What role do UBE2W antibodies play in studying protein quality control mechanisms?

UBE2W antibodies are critical tools for investigating protein quality control mechanisms, particularly in the context of:

• Protein aggregation disorders: Detecting UBE2W involvement in tagging misfolded proteins for degradation.

• Stress response pathways: Monitoring changes in UBE2W expression and localization during cellular stress.

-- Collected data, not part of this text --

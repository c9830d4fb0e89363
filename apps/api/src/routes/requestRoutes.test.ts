import { createHash } from 'node:crypto';
import request from 'supertest';
import { describe, expect, it } from 'vitest';
import { AuditEntry, DielineFile } from '../models';
import { app, createPress, createWorld, type World } from '../test/harness';
import { pngBytes, rectangleDxf, rectangleSvg } from '../test/fixtures';
import { pdfFile, PT, separation } from '@kerfmark/dieline/testing';

const bearer = (token: string) => ({ Authorization: `Bearer ${token}` });
const inDays = (days: number) => new Date(Date.now() + days * 86_400_000);
const date = (d: Date) => d.toISOString().slice(0, 10);

function draftBody(overrides: Record<string, unknown> = {}) {
  return {
    title: 'Tuck-end carton, 4 up',
    jobReference: 'J-2291',
    quantity: 1,
    ups: 4,
    stockName: '18 pt SBS',
    caliperIn: 0.018,
    ruleTypes: ['cut', 'crease'],
    needByDate: date(inDays(30)),
    bidDeadline: inDays(7).toISOString(),
    deliveryPostcode: '60614',
    ...overrides,
  };
}

async function createDraft(w: World, overrides: Record<string, unknown> = {}) {
  const res = await request(app).post('/api/requests').set(bearer(w.tokens.buyer)).send(draftBody(overrides));
  expect(res.status, JSON.stringify(res.body)).toBe(201);
  return res.body as { id: number };
}

async function upload(w: World, requestId: number, name: string, body: Buffer | string) {
  return request(app)
    .post(`/api/requests/${requestId}/files`)
    .set(bearer(w.tokens.buyer))
    .attach('file', Buffer.from(body), name);
}

/** The worker (started by `npm test`) measures the file; wait for it. */
async function analysed(w: World, fileId: number) {
  for (let i = 0; i < 100; i++) {
    const res = await request(app).get(`/api/files/${fileId}`).set(bearer(w.tokens.buyer));
    if (res.body.analysisStatus === 'done' || res.body.analysisStatus === 'failed') return res.body;
    await new Promise((r) => setTimeout(r, 150));
  }
  throw new Error('the dieline was not analysed in time');
}
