import request from 'supertest';
import { describe, expect, it } from 'vitest';
import { aRateCard } from '../test/aRateCard';
import { app, createOpenRequest, createWorld } from '../test/harness';

const bearer = (token: string) => ({ Authorization: `Bearer ${token}` });

describe('a die shop’s rate card', () => {
  it('is saved by the shop’s admin, read by its estimator, and closed to everyone else', async () => {
    const w = await createWorld();
    const none = await request(app).get('/api/rate-card').set(bearer(w.tokens.estimator));
    expect(none.body).toEqual({ rateCard: null });
    expect((await request(app).put('/api/rate-card').set(bearer(w.tokens.estimator)).send(aRateCard())).status).toBe(
      403,
    );
    expect((await request(app).get('/api/rate-card').set(bearer(w.tokens.buyer))).status).toBe(403);
    const saved = await request(app).put('/api/rate-card').set(bearer(w.tokens.shopAdmin)).send(aRateCard());
    expect(saved.status, JSON.stringify(saved.body)).toBe(200);
    const read = await request(app).get('/api/rate-card').set(bearer(w.tokens.estimator));
    expect(read.body.rateCard).toMatchObject({ ...aRateCard(), updatedByName: expect.any(String) });
  });

  it('refuses a card with a fractional cent, a negative rate or a board given twice, naming the field', async () => {
    const w = await createWorld();
    const put = (body: object) => request(app).put('/api/rate-card').set(bearer(w.tokens.shopAdmin)).send(body);
    const half = await put(aRateCard({ perBend: 12.5 }));
    expect(half.status).toBe(400);
    expect(JSON.stringify(half.body)).toMatch(/perBend/);
    expect((await put(aRateCard({ setUp: -1 }))).status).toBe(400);
    const twice = aRateCard({
      boardPerSqIn: [
        { thicknessIn: 0.625, perSqIn: 9 },
        { thicknessIn: 0.625, perSqIn: 10 },
      ],
    });
    expect((await put(twice)).status).toBe(400);
    expect((await put({ ...aRateCard(), extra: 1 })).status).toBe(400);
  });

  it('fills bid lines from the card for a measured request, with their working', async () => {
    const w = await createWorld();
    const open = await createOpenRequest(w);
    const estimate = (token: string, query = 'leadDays=5') =>
      request(app).get(`/api/requests/${open.id}/estimate?${query}`).set(bearer(token));
    expect((await estimate(w.tokens.estimator)).status).toBe(409); // no card yet
    await request(app).put('/api/rate-card').set(bearer(w.tokens.shopAdmin)).send(aRateCard());
    const res = await estimate(w.tokens.estimator);
    expect(res.status, JSON.stringify(res.body)).toBe(200);
    // The test rectangle: 14 in cutting rule × 4.10 = 57.40; 4 in creasing × 3.20 = 12.80;
    // 4 bends × 1.50; 2 joints (the crease's ends) × 0.75; a 6 × 5 in board (1 in margins),
    // 30 sq in × 0.09 = 2.70; set-up 45.00: 125.40, topped up to the 250.00 minimum. The
    // request wants ejection rubber (the default): 30 sq in × 0.04 = 1.20.
    expect(res.body.lines.map((l: { description: string; amount: number }) => [l.description, l.amount])).toEqual([
      ['Cutting rule: 14.0 in × $4.10', 5740],
      ['Creasing rule: 4.0 in × $3.20', 1280],
      ['Bends: 4 × $1.50', 600],
      ['Joints to notch: 2 × $0.75', 150],
      ['Die board 0.625 in: 6.00 × 5.00 in = 30 sq in × $0.09', 270],
      ['Set-up', 4500],
      ['Minimum die price $250.00: the balance', 12_460],
      ['Ejection rubber: 6.00 × 5.00 in = 30 sq in × $0.04', 120],
    ]);
    expect(res.body).toMatchObject({
      currency: 'USD',
      total: 25_120,
      rushFactor: 1,
      basis: { ruleIn: 18, oneUp: false },
    });
    // Two working days is a rush: the die × 1.5.
    const rush = await estimate(w.tokens.estimator, 'leadDays=2');
    expect(rush.body.total).toBe(25_000 * 1.5 + 120);
    expect((await estimate(w.tokens.estimator, 'leadDays=5&boardThicknessIn=1.25')).status).toBe(400);
    expect((await estimate(w.tokens.buyer)).status).toBe(403);
    const other = await createWorld();
    await request(app).put('/api/rate-card').set(bearer(other.tokens.shopAdmin)).send(aRateCard());
    const draftOfOther = await request(app)
      .post('/api/requests')
      .set(bearer(other.tokens.buyer))
      .send({ title: 'Private', quantity: 1, ups: 1, ruleTypes: ['cut'] });
    const hidden = await request(app)
      .get(`/api/requests/${draftOfOther.body.id}/estimate?leadDays=5`)
      .set(bearer(w.tokens.estimator));
    expect(hidden.status).toBe(404);
  });

  it('says when there are too few received dies to check the card against', async () => {
    const w = await createWorld();
    await request(app).put('/api/rate-card').set(bearer(w.tokens.shopAdmin)).send(aRateCard());
    const res = await request(app).get('/api/rate-card/calibration').set(bearer(w.tokens.estimator));
    expect(res.status).toBe(200);
    expect(res.body).toMatchObject({ currency: 'USD', dies: [], medianRatio: null, fit: { enough: false } });
  });
});
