import type { Complexity } from '@kerfmark/dieline';
import request from 'supertest';
import { beforeAll, describe, expect, it } from 'vitest';
import { app, createOpenRequest, createWorld, knex, type World } from '../test/harness';

const bearer = (token: string) => ({ Authorization: `Bearer ${token}` });
const DAY = 86_400_000;
let w: World;
let ids: { soon: number; later: number; long: number; declined: number };

/** Sets the measured priced rule of a request's dieline (the fixture's rectangle is 18 in). */
async function setRuleLength(requestId: number, inches: number, complexity: Complexity) {
  await knex.raw(
    `update dieline_files set metrics = jsonb_set(jsonb_set(metrics, '{length,total}', to_jsonb(?::float8)), '{complexity}', to_jsonb(?::text)) where request_id = ?`,
    [inches, complexity, requestId],
  );
}

async function openRequests(query: Record<string, string | number>) {
  const res = await request(app)
    .get('/api/open-requests')
    .query({ q: w.printer.name, ...query })
    .set(bearer(w.tokens.estimator));
  expect(res.status, JSON.stringify(res.body)).toBe(200);
  return res.body as {
    items: Array<{ id: number; distanceMiles: number | null; declined: boolean }>;
    total: number;
    page: number;
    pageSize: number;
  };
}

beforeAll(async () => {
  w = await createWorld();
  const soon = await createOpenRequest(w, {
    deadline: new Date(Date.now() + DAY / 2),
    needByDate: new Date(Date.now() + 60 * DAY).toISOString().slice(0, 10),
  });
  const later = await createOpenRequest(w, { deadline: new Date(Date.now() + 5 * DAY) });
  const long = await createOpenRequest(w, { deadline: new Date(Date.now() + 9 * DAY) });
  const declined = await createOpenRequest(w, { deadline: new Date(Date.now() + 2 * DAY) });
  await setRuleLength(long.id, 240, 'complex');
  await request(app)
    .post(`/api/requests/${declined.id}/decline`)
    .set(bearer(w.tokens.estimator))
    .send({ reason: 'No capacity this week' });
  // Closed to bids: not among the open requests at all.
  await createOpenRequest(w, { deadline: new Date(Date.now() - DAY) });
  ids = { soon: soon.id, later: later.id, long: long.id, declined: declined.id };
});

describe('open requests', () => {
  it('lists open requests soonest deadline first, hiding those the shop passed on, and counts them', async () => {
    const page = await openRequests({});
    expect(page.items.map((r) => r.id)).toEqual([ids.soon, ids.later, ids.long]);
    expect(page.total).toBe(3);
    const all = await openRequests({ hideDeclined: 'false' });
    expect(all.items.map((r) => r.id)).toEqual([ids.soon, ids.declined, ids.later, ids.long]);
    expect(all.items.find((r) => r.id === ids.declined)?.declined).toBe(true);
  });

  it('filters by rule length, complexity, deadline and rule types', async () => {
    expect((await openRequests({ minIn: 100 })).items.map((r) => r.id)).toEqual([ids.long]);
    expect((await openRequests({ maxIn: 18 })).items.map((r) => r.id)).toEqual([ids.soon, ids.later]);
    expect((await openRequests({ complexity: 'complex' })).items.map((r) => r.id)).toEqual([ids.long]);
    expect((await openRequests({ withinDays: 1 })).items.map((r) => r.id)).toEqual([ids.soon]);
    expect((await openRequests({ ruleTypes: 'cut,crease' })).total).toBe(3);
    expect((await openRequests({ ruleTypes: 'perf' })).total).toBe(0);
  });

  it('sorts by rule length and need-by date, and pages', async () => {
    expect((await openRequests({ sort: '-ruleLength' })).items[0]!.id).toBe(ids.long);
    expect((await openRequests({ sort: '-needByDate' })).items[0]!.id).toBe(ids.soon);
    const first = await openRequests({ pageSize: 2, page: 1 });
    const second = await openRequests({ pageSize: 2, page: 2 });
    expect(first.items.map((r) => r.id)).toEqual([ids.soon, ids.later]);
    expect(second.items.map((r) => r.id)).toEqual([ids.long]);
    expect(second.total).toBe(3);
  });

  it('refuses filters it does not understand with a 400 naming them', async () => {
    const res = await request(app)
      .get('/api/open-requests')
      .query({ complexity: 'medium', ruleTypes: 'cut,laser', pageSize: 1000 })
      .set(bearer(w.tokens.estimator));
    expect(res.status).toBe(400);
    // The unknown rule type is named by its place in the list (ruleTypes.1).
    expect(Object.keys(res.body.error.fields).sort()).toEqual(['complexity', 'pageSize', 'ruleTypes.1']);
  });
});
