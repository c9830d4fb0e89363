import request from 'supertest';
import { describe, expect, it } from 'vitest';
import type { HolidayDto, HolidayYearDto } from '@kerfmark/contracts';
import { AuditEntry } from '../models';
import { bidBody, inDays } from '../test/fixtures';
import { app, createOpenRequest, createShop, createWorld, knex, type World } from '../test/harness';

const bearer = (token: string) => ({ Authorization: `Bearer ${token}` });
const isWeekend = (day: string) => [0, 6].includes(new Date(`${day}T12:00:00Z`).getUTCDay());

async function yearOf(w: World, year: number): Promise<HolidayYearDto> {
  const res = await request(app).get('/api/holidays').query({ year }).set(bearer(w.tokens.estimator));
  expect(res.status, JSON.stringify(res.body)).toBe(200);
  return res.body;
}

const loadUs2027 = (w: World, region?: string) =>
  request(app)
    .post('/api/holidays/public')
    .set(bearer(w.tokens.shopAdmin))
    .send({ country: 'US', year: 2027, ...(region ? { region } : {}) });

describe('public holidays', () => {
  it('loads the US federal holidays of 2027 with the days they are observed, once', async () => {
    const w = await createWorld();
    const first = await loadUs2027(w);
    expect(first.status, JSON.stringify(first.body)).toBe(200);
    const added = first.body.added as HolidayDto[];
    const byDate = new Map(added.map((h) => [h.date, h.name]));
    // US federal holiday rules, 5 U.S.C. 6103, with Executive Order 11582 for the observed days:
    // July 4, 2027 is a Sunday (checked below), so Independence Day is observed on Monday July 5;
    // Christmas Day, December 25, is a Saturday, so observed on Friday December 24; Thanksgiving
    // Day is the fourth Thursday of November, November 25.
    expect(new Date('2027-07-04T12:00:00Z').getUTCDay()).toBe(0);
    expect(new Date('2027-12-25T12:00:00Z').getUTCDay()).toBe(6);
    expect(byDate.get('2027-07-05')).toMatch(/Independence Day/);
    expect(byDate.get('2027-12-24')).toMatch(/Christmas/);
    expect(byDate.get('2027-11-25')).toMatch(/Thanksgiving/);
    // Public holidays only: Valentine's Day is an observance (from memory).
    expect(byDate.has('2027-02-14')).toBe(false);
    expect(added.every((h) => h.source === 'public' && h.country === 'US' && h.region === null)).toBe(true);
    expect(first.body.alreadyThere).toBe(0);

    const listed = await yearOf(w, 2027);
    expect(listed.holidays.map((h) => h.date)).toEqual(added.map((h) => h.date));
    expect(listed.lastLoaded).toEqual({ country: 'US', region: null });

    // A second load adds nothing: one day per shop and date.
    const second = await loadUs2027(w);
    expect(second.body).toEqual({ added: [], alreadyThere: added.length });
    expect((await yearOf(w, 2027)).holidays).toHaveLength(added.length);

    // The region adds its own: Illinois keeps Lincoln's Birthday, February 12 (from memory).
    const illinois = await loadUs2027(w, 'il');
    expect(illinois.body.added.map((h: HolidayDto) => [h.date, h.region])).toContainEqual(['2027-02-12', 'IL']);
    expect(illinois.body.alreadyThere).toBe(added.length);

    const audit = await AuditEntry.query().where({ entity: 'holiday_calendar', entityId: w.shop.id }).orderBy('id');
    expect(audit.map((a) => [a.action, a.actorUserId, a.detail.added])).toEqual([
      ['public_holidays_loaded', w.users.shopAdmin.id, added.length],
      ['public_holidays_loaded', w.users.shopAdmin.id, 0],
      ['public_holidays_loaded', w.users.shopAdmin.id, illinois.body.added.length],
    ]);
  });

  it('lists the countries and a country’s regions for the picker, the shop’s own country first asked', async () => {
    const w = await createWorld();
    const us = await request(app).get('/api/holidays/regions').set(bearer(w.tokens.estimator));
    expect(us.status).toBe(200);
    // The test shop is in the US (harness); Illinois is one of its states.
    expect(us.body.country).toBe('US');
    expect(us.body.regions).toContainEqual({ code: 'IL', name: 'Illinois' });
    expect(us.body.countries).toContainEqual({ code: 'US', name: 'United States of America' });
    const germany = await request(app).get('/api/holidays/regions?country=de').set(bearer(w.tokens.estimator));
    expect(germany.body.country).toBe('DE');
    // Bavaria is a German state (from memory).
    expect(germany.body.regions).toContainEqual({ code: 'BY', name: expect.stringMatching(/Bavaria|Bayern/) });
  });

  it('refuses an unknown country or region, and a year out of range, naming the field and adding nothing', async () => {
    const w = await createWorld();
    const post = (body: object) => request(app).post('/api/holidays/public').set(bearer(w.tokens.shopAdmin)).send(body);
    for (const [body, field] of [
      [{ country: 'ZZ', year: 2027 }, 'country'],
      [{ country: 'United States', year: 2027 }, 'country'],
      [{ country: 'US', region: 'BY', year: 2027 }, 'region'],
      [{ country: 'US', year: 1800 }, 'year'],
      [{ country: 'US' }, 'year'],
    ] as const) {
      const res = await post(body);
      expect(res.status, JSON.stringify(body)).toBe(400);
      expect(Object.keys(res.body.error.fields)).toEqual([field]);
      expect(res.body.error.message).toBeTruthy();
    }
    const regions = await request(app).get('/api/holidays/regions?country=ZZ').set(bearer(w.tokens.estimator));
    expect(regions.status).toBe(400);
    expect(regions.body.error.fields).toHaveProperty('country');
    expect((await yearOf(w, 2027)).holidays).toEqual([]);
  });
});

describe('the shop’s own closures', () => {
  it('adds a closure that shows in its year, and refuses a second on the same day', async () => {
    const w = await createWorld();
    const date = inDays(20);
    const add = (body: object) => request(app).post('/api/holidays').set(bearer(w.tokens.shopAdmin)).send(body);
    const created = await add({ date, name: ' Stocktaking day ' });
    expect(created.status, JSON.stringify(created.body)).toBe(201);
    expect(created.body).toMatchObject({ date, name: 'Stocktaking day', source: 'own', country: null, past: false });
    const year = await yearOf(w, Number(date.slice(0, 4)));
    expect(year.holidays).toContainEqual(created.body);

    const again = await add({ date, name: 'Inventory' });
    expect(again.status).toBe(409);
    expect(again.body.error.fields).toHaveProperty('date');

    const audit = await AuditEntry.query().where({ entity: 'holiday', entityId: created.body.id });
    expect(audit.map((a) => [a.action, a.actorUserId])).toEqual([['created', w.users.shopAdmin.id]]);
  });

  it('takes only real calendar dates, today or later, and a name', async () => {
    const w = await createWorld();
    const add = (body: object) => request(app).post('/api/holidays').set(bearer(w.tokens.shopAdmin)).send(body);
    // The Gregorian calendar: 2027 is no leap year, and April has 30 days.
    for (const body of [
      { date: '2027-02-29', name: 'Leap day' },
      { date: '2027-04-31', name: 'No such day' },
      { date: '2027/07/05', name: 'Slashes' },
      { date: inDays(-3), name: 'Gone by' },
    ]) {
      const res = await add(body);
      expect(res.status, JSON.stringify(body)).toBe(400);
      expect(Object.keys(res.body.error.fields)).toEqual(['date']);
    }
    const blank = await add({ date: inDays(20), name: '  ' });
    expect(blank.status).toBe(400);
    expect(Object.keys(blank.body.error.fields)).toEqual(['name']);
    expect((await add({ date: '2028-02-29', name: 'Leap day' })).status).toBe(201);
  });

  it('lets estimators read the calendar and only the admin change it', async () => {
    const w = await createWorld();
    const closure = { date: inDays(20), name: 'Stocktaking day' };
    expect((await request(app).post('/api/holidays').set(bearer(w.tokens.estimator)).send(closure)).status).toBe(403);
    expect((await request(app).post('/api/holidays').set(bearer(w.tokens.printerAdmin)).send(closure)).status).toBe(
      403,
    );
    expect((await request(app).get('/api/holidays').set(bearer(w.tokens.buyer))).status).toBe(403);
    expect((await request(app).get('/api/holidays').set(bearer(w.tokens.estimator))).status).toBe(200);
  });
});

describe('removing a holiday', () => {
  it('removes a closure; a removed public holiday stays off on a second load; a past day stays', async () => {
    const w = await createWorld();
    const remove = (id: number, token = w.tokens.shopAdmin) =>
      request(app).delete(`/api/holidays/${id}`).set(bearer(token));

    const closure = await request(app)
      .post('/api/holidays')
      .set(bearer(w.tokens.shopAdmin))
      .send({ date: inDays(25), name: 'Stocktaking day' });
    expect((await remove(closure.body.id, w.tokens.estimator)).status).toBe(403);
    expect((await remove(closure.body.id)).status).toBe(204);
    expect((await remove(closure.body.id)).status).toBe(404);
    const year = Number(closure.body.date.slice(0, 4));
    expect((await yearOf(w, year)).holidays.map((h) => h.id)).not.toContain(closure.body.id);

    // A public holiday to come (made one straight in the database, as the year's are fixed).
    const soon = inDays(30);
    const [publicDay] = await knex('shopHolidays')
      .insert({ shopId: w.shop.id, date: soon, name: 'A public holiday', source: 'public', country: 'US' })
      .returning('id');
    expect((await remove(publicDay.id)).status).toBe(204);
    const after = await yearOf(w, Number(soon.slice(0, 4)));
    expect(after.holidays.map((h) => h.date)).not.toContain(soon);
    expect(after.keptOpen.map((h) => h.date)).toEqual([soon]);
    // The shop may close that day after all: the closure takes the removed day's place.
    const closedAgain = await request(app)
      .post('/api/holidays')
      .set(bearer(w.tokens.shopAdmin))
      .send({ date: soon, name: 'Closed after all' });
    expect(closedAgain.status, JSON.stringify(closedAgain.body)).toBe(201);
    expect(closedAgain.body).toMatchObject({ date: soon, source: 'own' });

    const [pastDay] = await knex('shopHolidays')
      .insert({ shopId: w.shop.id, date: inDays(-10), name: 'Stocktaking day' })
      .returning('id');
    const past = await remove(pastDay.id);
    expect(past.status).toBe(409);
    expect(past.body.error.message).toMatch(/has passed/);

    const audit = await AuditEntry.query()
      .where({ entity: 'holiday', action: 'removed' })
      .whereIn('entityId', [closure.body.id, publicDay.id, pastDay.id]);
    expect(audit).toHaveLength(2);
  });

  it('answers 404 for another shop’s holiday, and 403 to a printer', async () => {
    const w = await createWorld();
    const other = await createShop();
    const [theirs] = await knex('shopHolidays')
      .insert({ shopId: other.shop.id, date: inDays(40), name: 'Their closure' })
      .returning('id');
    expect((await request(app).delete(`/api/holidays/${theirs.id}`).set(bearer(w.tokens.shopAdmin))).status).toBe(404);
    expect((await request(app).delete(`/api/holidays/${theirs.id}`).set(bearer(w.tokens.printerAdmin))).status).toBe(
      403,
    );
    expect(await knex('shopHolidays').where({ id: theirs.id }).first()).toMatchObject({ removedAt: null });
  });
});

describe('the promised ship date', () => {
  it('skips a closure entered on the calendar, and counts the day again once it is removed', async () => {
    const w = await createWorld();
    const open = await createOpenRequest(w);
    const bid = await request(app)
      .post(`/api/requests/${open.id}/bids`)
      .set(bearer(w.tokens.estimator))
      .send(bidBody(50_000, { leadDays: 3 }));
    expect(bid.status, JSON.stringify(bid.body)).toBe(201);
    const promised = bid.body.promisedShipDate as string;
    const revise = () =>
      request(app)
        .patch(`/api/bids/${bid.body.id}`)
        .set(bearer(w.tokens.estimator))
        .send(bidBody(50_000, { leadDays: 3 }));

    // The shop closes on the day it would have shipped: the promise moves to a later working day.
    const closure = await request(app)
      .post('/api/holidays')
      .set(bearer(w.tokens.shopAdmin))
      .send({ date: promised, name: 'Stocktaking day' });
    expect(closure.status).toBe(201);
    const later = (await revise()).body.promisedShipDate as string;
    expect(later > promised).toBe(true);
    expect(isWeekend(later)).toBe(false);

    // Taken off the calendar as a removed public holiday would be: the day counts again.
    await knex('shopHolidays').where({ id: closure.body.id }).update({ source: 'public' });
    expect((await request(app).delete(`/api/holidays/${closure.body.id}`).set(bearer(w.tokens.shopAdmin))).status).toBe(
      204,
    );
    expect((await revise()).body.promisedShipDate).toBe(promised);
  });
});
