import { defineProject } from 'vitest/config';

// End-to-end tests drive Debian's Chromium against the app `npm test` started; one file at a time.
export default defineProject({
  test: {
    name: 'e2e',
    environment: 'node',
    include: ['e2e/**/*.test.ts', 'integration/**/*.test.ts'],
    testTimeout: 90_000,
    hookTimeout: 60_000,
    fileParallelism: false,
    // A page answers within a second on an idle machine; a loaded CI machine gets ten.
    expect: { poll: { timeout: 10_000 } },
  },
});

• Organelle-specific degradation: Tracking UBE2W participation in organelle-specific quality control mechanisms.

• Post-translational modification crosstalk: Investigating interactions between UBE2W-mediated monoubiquitination and other post-translational modifications.

Recent advances in antibody-based techniques, including the development of nanovial technology for capturing individual cells , offer promising approaches for studying UBE2W at single-cell resolution, potentially revealing cell-type specific functions of this enzyme in quality control pathways.